Reproduce each of the entries that follow, exactly.

------ DATA FOR THIS TASK

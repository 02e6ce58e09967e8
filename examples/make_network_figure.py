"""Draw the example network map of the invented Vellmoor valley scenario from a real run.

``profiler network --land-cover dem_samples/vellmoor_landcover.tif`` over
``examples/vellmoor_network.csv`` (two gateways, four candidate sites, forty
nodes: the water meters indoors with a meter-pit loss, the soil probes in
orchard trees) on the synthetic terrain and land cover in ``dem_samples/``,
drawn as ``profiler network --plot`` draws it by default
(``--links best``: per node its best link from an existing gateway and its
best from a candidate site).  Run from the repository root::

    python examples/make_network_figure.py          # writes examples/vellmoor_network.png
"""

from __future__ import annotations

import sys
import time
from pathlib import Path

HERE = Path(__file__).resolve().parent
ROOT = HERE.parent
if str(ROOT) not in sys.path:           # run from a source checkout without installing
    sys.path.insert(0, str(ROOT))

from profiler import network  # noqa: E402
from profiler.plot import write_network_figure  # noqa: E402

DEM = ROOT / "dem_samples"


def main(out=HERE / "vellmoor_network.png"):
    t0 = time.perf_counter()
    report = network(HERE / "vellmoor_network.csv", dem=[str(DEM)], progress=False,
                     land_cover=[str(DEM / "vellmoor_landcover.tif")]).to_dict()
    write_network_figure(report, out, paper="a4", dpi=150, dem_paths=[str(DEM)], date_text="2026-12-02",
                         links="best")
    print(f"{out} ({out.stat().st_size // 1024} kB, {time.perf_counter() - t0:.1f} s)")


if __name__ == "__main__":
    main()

------------

*SOLUTION FOR THIS PROBLEM*.
repository 02e6ce58e09967e8
filename examples/make_network_figure.py
"""Draw the example network map of the invented Vellmoor valley scenario from a real run.

``profiler network --land-cover dem_samples/vellmoor_landcover.tif`` over
``examples/vellmoor_network.csv`` (two gateways, four candidate sites, forty
nodes: the water meters indoors with a meter-pit loss, the soil probes in
orchard trees) on the synthetic terrain and land cover in ``dem_samples/``,
drawn as ``profiler network --plot`` draws it by default
(``--links best``: per node its best link from an existing gateway and its
best from a candidate site).  Run from the repository root::

    python examples/make_network_figure.py          # writes examples/vellmoor_network.png
"""

from __future__ import annotations

import sys
import time
from pathlib import Path

HERE = Path(__file__).resolve().parent
ROOT = HERE.parent
if str(ROOT) not in sys.path:           # run from a source checkout without installing
    sys.path.insert(0, str(ROOT))

from profiler import network  # noqa: E402
from profiler.plot import write_network_figure  # noqa: E402

DEM = ROOT / "dem_samples"


def main(out=HERE / "vellmoor_network.png"):
    t0 = time.perf_counter()
    report = network(HERE / "vellmoor_network.csv", dem=[str(DEM)], progress=False,
                     land_cover=[str(DEM / "vellmoor_landcover.tif")]).to_dict()
    write_network_figure(report, out, paper="a4", dpi=150, dem_paths=[str(DEM)], date_text="2026-12-02",
                         links="best")
    print(f"{out} ({out.stat().st_size // 1024} kB, {time.perf_counter() - t0:.1f} s)")


if __name__ == "__main__":
    main()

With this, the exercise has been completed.